Tätigkeiten mit Krankheitserregern- wie z.B. in Laboren- können zu einer Quelle von Infektionen und übertragbaren Erkrankungen werden. Daher wird ihnen besondere Aufmerksamkeit gewidmet


Diese Tätigkeiten sind erlaubnis- und anzeigepflichtig und ihre Ausübung wird vom Gesundheitsamt des Rheinisch-Bergischen Kreises überwacht.

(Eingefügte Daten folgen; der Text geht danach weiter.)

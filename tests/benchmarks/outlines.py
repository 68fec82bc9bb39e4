"""Points given to plates: CPU seconds and peak memory, on one core.

Run it: `python tests/benchmarks/outlines.py` (about a minute), `--quick` for a check that it runs.
The plates are unions of spherical Voronoi cells whose edges are cut into short pieces, a complete
tiling. Nothing is asserted about time; that every point is on one plate, and on the right one, is.
"""

from __future__ import annotations

import argparse
import os
import resource
import sys
import time
from collections.abc import Callable

os.environ.setdefault("OPENBLAS_NUM_THREADS", "1")

import numpy as np
from scipy.spatial import SphericalVoronoi, cKDTree

from restore.geometry.polygons import Polygon, Ring
from restore.geometry.sphere import lat_lon, unit_vectors
from restore.outlines import Outline, Outlines


def scattered(count: int, seed: int) -> tuple[np.ndarray, np.ndarray]:
    """Latitudes and longitudes (degrees) of points all over the globe."""
    rng = np.random.default_rng(seed)
    return np.rad2deg(np.arcsin(rng.uniform(-1.0, 1.0, count))), rng.uniform(-180.0, 180.0, count)


def tiling(plates: int, vertices: int, seed: int) -> tuple[Outlines, np.ndarray]:
    """A tiling of `plates` outlines with about `vertices` vertices in all, and the cells' centres."""
    centres = unit_vectors(*scattered(plates, seed))
    cells = SphericalVoronoi(np.ascontiguousarray(centres))
    cells.sort_vertices_of_regions()
    edges = sum(len(region) for region in cells.regions)
    pieces = max(1, round(vertices / edges))
    outlines = []
    for number, region in enumerate(cells.regions):
        corners = cells.vertices[region]
        if np.dot(np.cross(corners[0], corners[1]), centres[number]) < 0.0:
            corners = corners[::-1]
        ring = np.concatenate(
            [_cut(a, b, pieces) for a, b in zip(corners, np.roll(corners, -1, axis=0), strict=True)]
        )
        polygon = Polygon.of((Ring.of(*lat_lon(ring)),))
        outlines.append(Outline(f"plate{number}", (polygon,), number=number + 1))
    return Outlines(tuple(outlines)), centres


def _cut(a: np.ndarray, b: np.ndarray, pieces: int) -> np.ndarray:
    """Vertices along an edge, the last left out, the same ones whichever way it is run."""
    forward = tuple(a) < tuple(b)
    share = (
        np.arange(pieces)[:, None] / pieces if forward else (pieces - np.arange(pieces)[:, None]) / pieces
    )
    start, end = (a, b) if forward else (b, a)
    points = (1.0 - share) * start + share * end
    points /= np.linalg.norm(points, axis=1)[:, None]
    points[0] = a
    return points


def spent(work: Callable[[], object]) -> tuple[float, object]:
    """CPU seconds of this process, and what the work gave."""
    began = time.process_time()
    result = work()
    return time.process_time() - began, result


def peak_mb() -> float:
    """The most memory the process has held, MB."""
    most = resource.getrusage(resource.RUSAGE_SELF).ru_maxrss
    return most / (1e6 if sys.platform == "darwin" else 1e3)


def measure(title: str, points: int, plates: int, vertices: int, rounds: int) -> float:
    lat, lon = scattered(points, 1)
    outlines, centres = tiling(plates, vertices, 2)
    held = sum(len(ring) for o in outlines.outlines for p in o.polygons for ring in p.rings)
    before = peak_mb()
    times = []
    for _ in range(rounds):
        seconds, assigned = spent(lambda: outlines.plate_at(lat, lon))
        times.append(seconds)
    after = peak_mb()
    distance, nearest = cKDTree(centres).query(unit_vectors(lat, lon), k=2)
    clear = distance[:, 1] - distance[:, 0] > 1e-9
    assert np.array_equal(assigned.outline[clear], nearest[clear, 0]), "a point is on the wrong plate"
    assert not assigned.overlaps.any(), "a point is on two plates"
    print(
        f"{title}: {points} points, {plates} plates, {held} vertices:"
        f" {min(times):.2f} s of CPU (best of {rounds}), {after - before:.0f} MB above points and outlines"
    )
    return min(times)


def main() -> None:
    parser = argparse.ArgumentParser()
    parser.add_argument("--quick", action="store_true", help="small sizes, one round")
    quick = parser.parse_args().quick
    points, rounds = (50_000, 1) if quick else (1_000_000, 3)
    few = measure("few vertices", points, 50, 4_400, rounds)
    many = measure("many vertices", points, 200, 20_000 if quick else 1_000_000, rounds)
    print(f"ratio {many / few:.1f}; peak of the process {peak_mb():.0f} MB")
    if not quick:
        for name, seconds, target in (("few", few, 1.5), ("many", many, 10.0 * few)):
            print(
                f"{name}: {seconds:.2f} s, target {target:.2f} s: {'met' if seconds <= target else 'missed'}"
            )


if __name__ == "__main__":
    main()
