"""`check`, `redate`, `closure`, `differences`, `draws`, and the clocks of `sites` and of a scenario.

Chron ages are those of the published scales: CK95 and GTS2004 (both read).
"""

import json
import math

import numpy as np
import pytest
from command_line.world import HEAD, HISTORY, KNOWN, in_order, leftovers, rows_of
from published.support import DATA

from restore.history.store import History

DEGREE_KM = math.pi / 180.0 * 6371.0088
FINDING = ["severity", "kind", "file", "line", "column", "what", "km", "remedy"]

MANIFEST = """\
version = 1
title = "Two papers"

[frames]
deep = "mantle"

[[table]]
file = "young.csv"
title = "Younger part"
citation = "Author 1999"
turns = "to-present"
{young}

[[table]]
file = "old.csv"
citation = "Author 2005"
{old}

[[table]]
file = "near.csv"
citation = "Author 2010"
{near}
"""
YOUNG = """\
plate,relative_to,age_ma,pole_lat_deg,pole_lon_deg,angle_deg,chron
alba,near,0,,,0,
alba,near,20.1,90,0,-20,C6n(o)
"""
OLD = f"{HEAD}\nalba,deep,20.1,90,0,20\nalba,deep,60,90,0,60\n"
NEAR = f"{HEAD}\nnear,deep,0,,,0\nnear,deep,70,,,0\n"


@pytest.fixture
def papers(here):
    """A function that writes the manifest of three tables with more keys in each."""
    for name, text in (("young.csv", YOUNG), ("old.csv", OLD), ("near.csv", NEAR)):
        (here / name).write_text(text, encoding="utf-8")

    def writing(young="", old="", near=""):
        text = MANIFEST.format(young=young, old=old, near=near)
        (here / "papers.toml").write_text(text, encoding="utf-8")
        return "papers.toml"

    return writing


CK95 = dict.fromkeys(("young", "old", "near"), 'time_scale = "ck95"')


def klitgord(here, flip=False):
    """Klitgord & Schouten 1986 (from memory) and its manifest, one sign flipped if asked."""
    text = (DATA / "finite_rotations.csv").read_text(encoding="utf-8")
    if flip:
        assert ",76.55,-20.73,-29.6," in text
        text = text.replace(",76.55,-20.73,-29.6,", ",76.55,-20.73,29.6,")
    (here / "finite_rotations.csv").write_text(text, encoding="utf-8")
    (here / "klitgord.toml").write_bytes((DATA / "klitgord_schouten.toml").read_bytes())
    return "klitgord.toml"


def test_check_shows_what_was_read(papers, ask):
    """A manifest is listed: title, citation, conventions, each row as printed beside as meant."""
    answer = ask("check", papers())
    assert answer.code == 0
    lines = answer.out.splitlines()
    assert lines[0] == "young.csv: Younger part"
    assert lines[1] == "  Author 1999"
    assert "turns to-present" in lines[2]
    row = next(line for line in lines if "age_ma 20.1" in line and "alba relative to near" in line)
    # turned to the present about the north pole by -20: to the past by 20
    assert "angle_deg -20 " in row
    assert row.split("alba relative to near")[1].split() == ["20.1", "90", "0", "20", "?", "C6n(o)"]
    assert ask("check", papers(), "--no-rows").out.count("alba relative to near") == 0
    assert "as printed" not in ask("check", "history.csv").out
    assert "as printed" in ask("check", "history.csv", "--rows").out


def test_check_of_published_rows(here, ask):
    """Klitgord & Schouten 1986 (from memory) as they stand: no error, exit code 0."""
    answer = ask("check", klitgord(here))
    assert answer.code == 0
    assert answer.err.splitlines()[-1].startswith("0 errors, 0 warnings")


def test_check_of_a_flipped_sign(here, ask):
    """An34 with its sign flipped: one error, at its line, about 6594 km off; exit code 1.

    Rows of Klitgord & Schouten 1986 (from memory); the distance was computed by a separate small
    program, not published.
    """
    answer = ask("check", klitgord(here, flip=True), "--json")
    assert (answer.code, answer.err) == (1, "")
    findings = json.loads(answer.out)
    assert all(in_order(FINDING, list(finding)) for finding in findings)
    (error,) = [finding for finding in findings if finding["severity"] == "error"]
    assert (error["file"], error["line"]) == ("finite_rotations.csv", 10)
    assert error["km"] == pytest.approx(6594.0, abs=0.5)
    assert "sign" in error["what"]
    said = ask("check", "klitgord.toml", "--no-rows").out
    assert "error: finite_rotations.csv:10: " in said
    assert "(6594 km)" in said


def test_warnings_and_notes_do_not_fail(here, ask):
    """Only an error gives exit code 1: the small world has warnings and notes of many kinds."""
    answer = ask("check", "history.csv", "--json")
    severities = {finding["severity"] for finding in json.loads(answer.out)}
    assert answer.code == 0
    assert severities == {"warning", "note"}


def test_check_writes_one_file(papers, ask, here):
    """--out writes the history as netCDF, which reads back the same and is as good as the manifest."""
    answer = ask("check", papers(**CK95), "--no-rows", "--out", "one.nc")
    assert answer.code == 0
    assert answer.said[-1] == "6 rows in one.nc"
    assert History.read("one.nc").same_as(History.read("papers.toml"))
    asked = ("pole", "alba", "--relative-to", "deep", "--age", "40", "--json", "--history")
    one, other = (json.loads(ask(*asked, file).out) for file in ("papers.toml", "one.nc"))
    assert one["quaternion_wxyz"] == other["quaternion_wxyz"]
    assert ask("check", "one.nc", "--json").out == ask("check", "papers.toml", "--json").out
    assert leftovers(here) == []


def test_check_writes_nothing_of_a_history_at_fault(here, ask):
    """A history with an error is not written; one that was there stays as it was."""
    (here / "one.nc").write_bytes(b"before")
    answer = ask("check", klitgord(here, flip=True), "--no-rows", "--out", "one.nc")
    assert answer.code == 1
    assert (here / "one.nc").read_bytes() == b"before"
    assert leftovers(here) == []


def test_redate_a_history(papers, ask, here):
    """What moved, in Myr and in km, and how; rows that touch move together, by the chron.

    C6n(o) is 19.722 Ma in GTS2004; 60 Ma of CK95 lies between C26n(o) 57.911 (58.737) and C27n(y)
    60.920 (61.650).
    """
    answer = ask("redate", papers(**CK95), "--to", "gts2004", "--out", "new.nc")
    assert (answer.code, answer.err) == (0, "")
    names = [
        "plate",
        "relative_to",
        "chron",
        "age_before_ma",
        "age_ma",
        "moved_myr",
        "moved_km",
        "how",
        "loose",
    ]
    assert in_order(names, list(answer.rows[0]))
    assert [row["how"] for row in answer.rows] == [
        *("unchanged", "chron", "with its neighbour"),
        *("interpolated", "unchanged", "interpolated"),
    ]
    assert [float(row["age_ma"]) for row in answer.rows[:3]] == [0.0, 19.722, 19.722]
    expected = 58.737 + (60.0 - 57.911) / (60.92 - 57.911) * (61.65 - 58.737)
    assert float(answer.rows[3]["age_ma"]) == pytest.approx(expected, abs=1e-9)
    assert answer.rows[1]["moved_myr"] == "-0.378"
    # the stage that begins there turns 40 degrees in 39.9 Myr
    assert float(answer.rows[2]["moved_km"]) == pytest.approx(0.378 * 40.0 / 39.9 * DEGREE_KM, rel=1e-6)
    assert answer.rows[1]["row"] == "young.csv:3"
    new = History.read("new.nc")
    assert {table.time_scale for table in new.tables} == {"gts2004"}
    assert new.rows.age_ma[1] == new.rows.age_ma[2] == 19.722
    asked = ("pole", "alba", "--relative-to", "deep", "--json", "--history")
    for age in ("19.7", "19.722", "19.8"):
        assert ask(*asked, "new.nc", "--age", age).code == 0
    assert leftovers(here) == []


def test_redate_a_history_without_a_clock(papers, ask, here):
    """Where tables name none, --from says it for all; without it each row is an error with its line."""
    assert ask("redate", papers(), "--from", "ck95", "--to", "gts2004").code == 0
    answer = ask("redate", papers(), "--to", "gts2004", "--out", "new.nc")
    assert (answer.code, answer.out) == (1, "")
    assert [line.split(": ")[:2] for line in answer.said] == [
        ["error", "old.csv:2"],
        ["error", "old.csv:3"],
        ["error", "near.csv:3"],
    ]
    assert not (here / "new.nc").exists()


def test_redate_a_table_of_sites(here, ask):
    """Ages by chron or by interpolation, own columns kept; a row at fault gives exit code 1."""
    (here / "sites.csv").write_text(
        "core,depth_m,age_ma,chron\na,1.0,20.131,\nb,2.0,,C6n(0.5)\nc,3.0,90,\n", encoding="utf-8"
    )
    answer = ask("redate", "sites.csv", "--from", "ck95", "--to", "gts2004", "--out", "new.csv")
    assert (answer.code, answer.out) == (1, "")
    assert answer.said == [
        "error: sites.csv:4:3: age_ma = 90 cannot be restated to gts2004; only 0..83 Ma of ck95 can"
    ]
    rows = rows_of((here / "new.csv").read_text(encoding="utf-8"))
    assert [row["age_ma"] for row in rows] == ["19.722", "19.235", ""]
    assert [row["redated_by"] for row in rows] == ["interpolated", "chron", ""]
    assert [row["depth_m"] for row in rows] == ["1.0", "2.0", "3.0"]
    assert (here / "new.csv.provenance.json").exists() or (here / "new.provenance.json").exists()
    (here / "good.csv").write_text("core,age_ma\na,20.131\n", encoding="utf-8")
    answer = ask("redate", "good.csv", "--from", "ck95", "--to", "gts2004")
    assert (answer.code, answer.rows[0]["age_ma"]) == (0, "19.722")
    assert leftovers(here) == []


SITES = "site,lat_deg,lon_deg,age_ma,plate,chron\na,0,10,20.131,alba,\nb,0,10,,alba,C6n(o)\n"


def restored(answer):
    return [(row["restored_age_ma"], float(row["restored_lon_deg"])) for row in answer.rows]


def test_sites_on_the_run_s_clock(papers, ask, here):
    """A history on CK95 and a table on CK95, asked on GTS2004: both are restated, with a note.

    alba turns about the pole; at C6n(o) it has turned 20 degrees on any clock.
    """
    (here / "sites.csv").write_text(SITES, encoding="utf-8")
    asked = ("sites", "sites.csv", "--history", papers(**CK95), "--frame", "deep")
    answer = ask(*asked, "--time-scale", "gts2004", "--table-time-scale", "ck95")
    assert answer.code == 0
    assert [age for age, _ in restored(answer)] == ["19.722", "19.722"]
    np.testing.assert_allclose([lon for _, lon in restored(answer)], 30.0, atol=1e-9)
    notes = [line for line in answer.said if line.startswith("note: ")]
    assert len(notes) == 4
    assert "sites.csv: ages restated from ck95 to gts2004: up to 0.409 Myr" in notes[-1]
    assert notes[0].startswith("note: young.csv:3: restated from ck95 to gts2004: up to 0.378 Myr")
    assert " km)" in notes[0]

Erlaubnispflicht Eine Erlaubnis für diese Tätigkeiten wird nach § 44 IfSG personengebunden und nach Prüfung der persönlichen Voraussetzungen vom zuständigen Gesundheitsamt erteilt. Voraussetzungen für die Erlaubniserteilung sind:

-Sachkenntnis
Die Sachkenntnis wird nachgewiesen durch den Abschluss eines Studiums der Human-, Zahn- oder Veterinärmedizin, der Pharmazie oder der Abschluss eines naturwissenschaftlichen Fachhochschul- oder Universitätsstudiums mit mikrobiologischen Inhalten und dem Nachweis einer mindestens zweijährigen hauptberuflichen Tätigkeit mit Krankheitserregern unter Aufsicht einer Person, die im Besitz der Erlaubnis zum Arbeiten mit Krankheitserregern ist.

-Zuverlässigkeit
Die Zuverlässigkeit ist zu belegen durch die Vorlage eines Führungszeugnisses (Belegart 0). Der Antrag kann hier formlos mit den vorgenannten Nachweisen eingereicht werden.

-Anzeigepflicht
Alle Tätigkeiten mit Krankheitserregern, auch die erlaubnisfreien Tätigkeiten, sind anzeigepflichtig. Die erstmalige Aufnahme der Tätigkeiten ist mindestens 30 Tage vor Aufnahme der Tätigkeiten dem Gesundheitsamt anzuzeigen.  Die Anzeige muss enthalten: -   Eine beglaubigte Abschrift der Erlaubnis bzw. Angaben zur Erlaubnisfreiheit i.S. des § 45 IfSG -   Angaben zur Art und Umfang der beabsichtigten Tätigkeiten sowie Entsorgungsmaßnahmen -   Angaben zur Beschaffenheit der Räume und Einrichtungen. 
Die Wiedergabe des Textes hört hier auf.